By Dr. Richard G. Younge
The Journal News
Sunday, March 18, 2007
I am a family physician, and I work in the Fordham neighborhood of The Bronx.
One day last week as I drove to work I heard a news report about a medical study that had just been published. The study showed that people who come to the emergency room with a heart attack on the weekend do much worse than those patients who develop chest pain during regular business hours. When someone has a heart attack during the week he or she has a better chance of going quickly right from the emergency department to the cardiac care department for an emergency procedure, balloon angioplasty. This treatment can restore blood flow the heart muscle before extensive damage is done. You get better care depending on when you get sick.
The story concluded with the observation that these differences in treatment results could be reduced by assuring that more hospitals have emergency angioplasty available 24 hours a day, 7 days a week. I agree that the health-care system needs to move us toward eliminating the differences in treatment that result from when a person happens to have a heart attack. But this news item got me thinking more broadly about many of the ways that health-care services differ depending on the circumstances under which people get sick – where they live, their income, their age, race or ethnicity and, very importantly, their insurance coverage.
How could the health-care system change to improve care? For a start, we could make the treatment and preventive services of modern health care available to everyone.

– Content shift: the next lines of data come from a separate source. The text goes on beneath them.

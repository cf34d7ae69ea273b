import type { Warning } from '../schemas/warning.js';
import type { OperatingPoint } from './operating-point.js';
import type { PreparedDevice } from './resolve-device.js';
import type { TableLine } from './table-lookup.js';
import { operatingPointWarnings } from './warnings.js';

/**
 * The cautions of a table result: those of the analytic models that still apply (not saturated, gm/ID near the
 * weak-inversion limit the table reaches, depletion-mode, VGS or VDS above VDD, temperature outside the process
 * range, forward-biased source), never "short-channel effects are not modelled" (the card models them), and the
 * table's own (a temperature between characterised ones).
 */
export function tableWarnings(device: PreparedDevice, point: OperatingPoint, line: TableLine): Warning[] {
  const analytic = operatingPointWarnings(device, 'all-region', point).filter((warning) => warning.code !== 'L_NEAR_LMIN');
  return [...analytic, ...line.warnings];
}
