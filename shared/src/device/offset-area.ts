/**
 * The gate area W·L of each device of an equal pair whose input-referred offset is σ(VOS), at gm/ID:
 * σ²(VOS) = σ²(ΔVT) + σ²(Δβ/β)/(gm/ID)² with σ(ΔVT) = AVT/√(WL) and σ(Δβ/β) = Aβ/√(WL) (Pelgrom, Duinmaijer &
 * Welbers, IEEE JSSC 24(5), 1989; the input-referred combination of Kinget, IEEE JSSC 40(6), 2005), so
 * W·L = (AVT² + (Aβ/(gm/ID))²)/σ²(VOS). avt in V·m, abeta in m, gmId in 1/V, sigmaVos in V; the answer in m².
 */
export function offsetArea(avt: number, abeta: number, gmId: number, sigmaVos: number): number {
  const beta = gmId > 0 ? abeta / gmId : 0;
  return (avt * avt + beta * beta) / (sigmaVos * sigmaVos);
}
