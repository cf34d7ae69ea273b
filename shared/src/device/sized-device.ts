import type { CornersRequestInput, CornersResponse } from '../schemas/corners.js';
import type { Process } from '../schemas/process.js';
import type { Polarity } from '../schemas/process.js';
import type { Model } from '../schemas/request-fields.js';

/** A device as sized and drawn: what the sheet analyses hand to computeCorners. */
export interface SizedDevice {
  polarity: Polarity;
  flavour?: string;
  model: Model;
  /** Drawn width of all fingers, m. */
  w: number;
  l: number;
  vds: number;
  vsb: number;
}

/** The corners request of a sized device held at ID (current) or VGS (voltage). */
export function cornersRequestOf(processId: string, device: SizedDevice, held: { bias: 'current'; id: number } | { bias: 'voltage'; vgs: number }): CornersRequestInput {
  return {
    processId,
    polarity: device.polarity,
    ...(device.flavour === undefined ? {} : { flavour: device.flavour }),
    model: device.model,
    w: device.w,
    l: device.l,
    vds: device.vds,
    vsb: device.vsb,
    ...held,
  };
}

/**
 * The engine call the sheet analyses make for each device: computeCorners by default. A caller whose devices
 * need more than the process to be computed (a model that reads stored tables) passes the same call with
 * that data bound, so the analyses follow whatever model a device uses.
 */
export type CornersCall = (request: CornersRequestInput, process: Process) => CornersResponse;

A national health insurance program that replaced our current system based on private insurers would improve access to care for the 47 million uninsured people in the United States.
Many of the uninsured are children. Providing coverage for all kids would not even be prohibitively expensive, because most children do not get that sick or need expensive services such as angioplasty. Adults – whether they are parents or not – also require comprehensive health insurance, and national health insurance would cover them too. Some people imagine that a national program that covers everyone would be too big and bureaucratic and inefficient. It surprises them to learn that the government insurance program, Medicare that covers the elderly and disabled, spends about 2 percent of its budget on administrative costs. This compares very favorably to private insurers who spend 15 percent or more of the premiums they collect on administration and marketing.
By going to a national health insurance, essentially an improved and expanded Medicare for All system, we could cover all U.S. residents – literally everyone in this country – without spending any more than we already do. We could save the dollars insurance companies spend expensively marketing and advertising their services. We could also save the enormous resources we providers spend trying to sort out who is eligible for which of the existing patch-work system of employment based, government and individual coverage programs. And of course a health-care system that automatically covered everyone would be much simpler, fairer and less nerve-wracking for patients.
In my daily practice, having one insurer working under a national health plan would reduce many of my headaches and frustrations. I would not have to waste precious time and energy figuring out which referral form to use, which specialist takes my patient’s insurance, or which 800 number to call or which rules to follow to try to get approval for services that my patients need. I would not have to rewrite scores of prescriptions because my patients’ employer changed plans. I could focus on patient care. And people would not drop in and out of care or skip important preventive care services because of insurance coverage changes. Nor would they have to worry if they would lose their health insurance if they are so unfortunate as to lose their job.
The neighborhood where I practice has one of the highest rates of uninsured adults in New York City according to the Department of Health and Mental Hygiene’s neighborhood health profile reports. Almost every day I see someone who tells me that they have not seen a doctor in a while because they lost their insurance coverage. Some of them have not had treatment for diabetes, high cholesterol or blood pressure. These health problems put them at increased risk for having a heart attack. Hopefully, if that unfortunate event happens, it will not be over the weekend.